Milletin değerleriyle savaşan, milletin değerlerine karşı dostlarının siyasi, ekonomik ve kültürel hedeflerini iktidara getirmek isteyenler, millilikle uzaktan yakından alakası olmayan, hatta; millet ve milletin ahlaki değerleriyle kırk yıldır savaşan ayrılıkçı silahlı bir hareketin siyasi uzantısı olan bir parti ve o partili dostlarıyla omuz omuz omuza, her ne pahasına olursa olsun iktidar koltuğunu oturmak, devletin direksiyonunu eline geçirip devlet gemisini yürütmek iddiasında olanlar, bu milletin ve devletin başına geçerse, bu o millet ve devletin başına gelecek en büyük bir musibet ve beladır.
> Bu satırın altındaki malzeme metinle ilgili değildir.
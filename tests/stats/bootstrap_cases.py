"""Bootstrap cases whose outputs are pinned in bootstrap_outputs.json.

The file was written by the engine of commit 57d5843, before the bootstrap ran on several threads
(one xoshiro256** stream per stratum, one core), so that archived records keep reproducing:
for every case, the SHA-256 of the replicate values θ* (in replicate order, every NaN written
as one canonical NaN), of the per-subject omission sums behind the jackknife-after-bootstrap,
and every number of the public result.

    .venv/bin/python -m tests.stats.bootstrap_cases   # rewrites the file: only on purpose
"""

from __future__ import annotations

import hashlib
import json
import math
from collections.abc import Callable
from dataclasses import dataclass
from pathlib import Path
from typing import Any

import numpy as np
from numpy.typing import NDArray

from service.stats import resampling as rs

FloatArray = NDArray[np.float64]
OUTPUTS = Path(__file__).with_name("bootstrap_outputs.json")


def _one(m: FloatArray) -> FloatArray:
    return m[..., 0] * m[..., 0]


def _two(m: FloatArray) -> FloatArray:
    with np.errstate(divide="ignore", invalid="ignore"):
        return np.asarray((m[..., 0] - m[..., 1]) / m[..., 1], dtype=np.float64)


def _three(m: FloatArray) -> FloatArray:
    with np.errstate(divide="ignore", invalid="ignore"):
        return np.asarray((m[..., 0] - m[..., 1]) / (m[..., 1] - m[..., 2]), dtype=np.float64)


def _five(m: FloatArray) -> FloatArray:
    with np.errstate(divide="ignore", invalid="ignore"):
        ratio = (m[..., 0] - m[..., 1]) / (m[..., 2] - m[..., 3])
        return np.asarray(ratio + 0.25 * m[..., 4], dtype=np.float64)


STATISTICS: dict[int, Callable[[FloatArray], FloatArray]] = {1: _one, 2: _two, 3: _three, 5: _five}


@dataclass(frozen=True)
class Case:
    name: str
    n: int
    k: int
    replicates: int
    seed: int
    strata: int  # 0: none; else the number of stratum codes drawn
    integers: bool = False  # integer data, so that some replicates divide by zero
    bins: int = 40


def _raw(case: Case, count: int) -> NDArray[np.uint32]:
    # SeedSequence's output is fixed by its published algorithm (the engine's streams rest on it too)
    entropy = [case.n, case.k, case.replicates, case.strata, int(case.integers), case.seed % 2**32]
    return np.random.SeedSequence(entropy).generate_state(count, dtype=np.uint32)


def case_inputs(case: Case) -> tuple[FloatArray, NDArray[np.int64] | None]:
    raw = _raw(case, case.n * case.k + case.n).astype(np.float64)
    values = raw[: case.n * case.k].reshape(case.n, case.k)
    if case.integers:  # column 1 is 1 for two subjects, else 0: some replicates divide by 0
        data = np.floor(values / 2**32 * 3.0)
        data[:, 1] = np.arange(case.n) < 2
    else:
        centres = np.array([52.0, 50.0, 20.0, 31.0, 7.0][: case.k])
        data = centres + 12.0 * (values / 2**32 - 0.5)
    strata = None
    if case.strata:
        strata = (raw[case.n * case.k :] % case.strata).astype(np.int64) * 3 + 1
        if case.strata in (3, 7):
            strata[0] = 10_000  # a stratum of one subject (never omitted: no Monte-Carlo errors)
    return data, strata


def _cases() -> list[Case]:
    out = []
    layout = [  # n, k, B, strata
        (2, 1, 1, 0), (2, 3, 2, 0), (3, 2, 7, 0), (3, 2, 500, 0), (4, 5, 300, 0),
        (5, 1, 1000, 0), (8, 3, 2048, 0), (13, 2, 3000, 2), (16, 3, 20_000, 0),
        (24, 3, 5000, 0), (24, 3, 20_000, 3), (31, 5, 1234, 0), (40, 1, 999, 4),
        (63, 3, 7000, 0), (64, 2, 4096, 0), (64, 3, 3000, 5), (65, 3, 3000, 0),
        (65, 5, 1500, 2), (100, 1, 2500, 0), (128, 3, 6000, 0), (150, 3, 20_000, 0),
        (150, 2, 800, 6), (200, 3, 10_000, 0), (200, 5, 3000, 3), (257, 3, 1000, 0),
        (300, 3, 20_000, 0), (300, 1, 200, 7), (300, 5, 2000, 0),
    ]
    seeds = [0, 1, 7, 12345, 2**31 - 1, 2**40 + 11, 987_654_321]
    for number, (n, k, replicates, strata) in enumerate(layout):
        seed = seeds[number % len(seeds)]
        bins = 40 if number % 3 else 8
        out.append(Case(f"n{n}-k{k}-B{replicates}-s{strata}-seed{seed}", n, k, replicates, seed,
                        strata, bins=bins))
    for n, replicates, seed in [(3, 400, 5), (6, 3000, 2), (12, 10_000, 99)]:
        out.append(Case(f"zero-denominators-n{n}-B{replicates}", n, 2, replicates, seed, 0,
                        integers=True))
    out.append(Case("two-seeds-same-data-a", 24, 3, 5000, 424242, 0))
    out.append(Case("stratified-zero-denominators", 20, 2, 4000, 31, 2, integers=True))
    # 2³² mod (2¹⁷ − 1) = 2¹⁵: Lemire's method rejects about one lane in 131,000, so these
    # streams hold dozens of rejected lanes, which shift where later replicates start.
    out.append(Case("rejected-lanes-n131071", 131_071, 3, 64, 5, 0, bins=8))
    out.append(Case("rejected-lanes-stratified", 131_071 + 641, 2, 40, 9, 2, bins=8))
    return out


CASES = _cases()


def theta_star_digest(theta_star: FloatArray) -> str:
    canonical = np.where(np.isnan(theta_star), np.nan, theta_star)
    return hashlib.sha256(np.ascontiguousarray(canonical, dtype="<f8").tobytes()).hexdigest()


def array_digest(values: FloatArray) -> str:
    return hashlib.sha256(np.ascontiguousarray(values, dtype="<f8").tobytes()).hexdigest()


def _plain(value: Any) -> Any:
    if hasattr(value, "__dataclass_fields__"):
        return {name: _plain(getattr(value, name)) for name in value.__dataclass_fields__}
    if isinstance(value, tuple | list):
        return [_plain(v) for v in value]
    if isinstance(value, float):
        return value if math.isfinite(value) else repr(value)
    return value


def run_case(
    case: Case, *, chunk_size: int | None = None, **options: Any
) -> tuple[dict[str, Any], rs.Bootstrap]:
    """The pinned outputs of one case, and the result itself. ``options`` go to rs.bootstrap."""
    data, strata = case_inputs(case)
    statistic = STATISTICS[case.k]
    theta_hat = float(statistic(data.mean(axis=0)))
    if not math.isfinite(theta_hat):
        theta_hat = 0.5
    jackknife_values = rs.leave_one_out_values(data, statistic)
    seen: dict[str, FloatArray] = {}
    summarise = rs._summarise

    def spy(theta_star: FloatArray, omitted: FloatArray, *rest: Any) -> rs.Bootstrap:
        seen["theta_star"], seen["omitted"] = theta_star.copy(), omitted.copy()
        return summarise(theta_star, omitted, *rest)

    rs._summarise = spy  # type: ignore[assignment]
    try:
        result = rs.bootstrap(
            data, statistic, theta_hat=theta_hat, jackknife_values=jackknife_values,
            replicates=case.replicates, seed=case.seed, confidence_level=0.9, strata=strata,
            chunk_size=chunk_size, histogram_bins=case.bins, **options,
        )
    finally:
        rs._summarise = summarise  # type: ignore[assignment]
    fields = _plain(result)
    fields.pop("distribution")
    pinned = {
        "theta_star_sha256": theta_star_digest(seen["theta_star"]),
        "omitted_sha256": array_digest(seen["omitted"]),
        "distribution_sha256": array_digest(result.distribution),
        "result": fields,
    }
    return pinned, result


def main() -> None:
    outputs = {case.name: run_case(case)[0] for case in CASES}
    for case in CASES[::5]:  # the engine's chunk invariance, checked as the file is written
        assert run_case(case, chunk_size=3)[0] == outputs[case.name], case.name
    OUTPUTS.write_text(json.dumps(outputs, indent=1, sort_keys=True) + "\n")
    print(f"wrote {len(outputs)} cases to {OUTPUTS}")


if __name__ == "__main__":
    main()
Dış güdümlü, milli ve yerli değerlerden kopuk, içinde her türlü ideoloji, fikri ve dünya görüşünü barındıran bir hareket ve cephe ortak rakip ve düşmanlarını alt edebilmek için bir araya gelerek bir birlik ve ittifak kurabilirler, ama; bu koalisyon ya yolda iken veya hedeflerine ulaştıklarında mutlaka iç kavga ve ayrışmaya girerek birisi diğerini saf dışı eder. Tabi ki, akıllı ve güçlü olanlar kazanır bu mücadelede. Bu gurupların kavgasından dolayı herkesten önce ve en fazla kaybeden de top yekün milletin kendisi olur.
Bazen bu kavgalar devlet ve milletlerin bölünüp parçalanmasına, birlikte hareket ettikleri dış güçlerin arzu ettikleri hedeflere ulaşıncaya kadar yıllarca sürebilir. Sonunda ülke zayıf düşer, insanlar perişan olur, nesiller ise yitik ve masum bir kuşak olarak özürlü bir toplum haline gelir, bir daha ayağa kalkamaz, sürünür. Yakın tarihimizde; Afganistan, Irak, Suriye, Somali, Sudan, ve Libya en taze ve güncel örnekler olarak gözümüzün önünde bir ibret sahnesi olarak durmaktadır.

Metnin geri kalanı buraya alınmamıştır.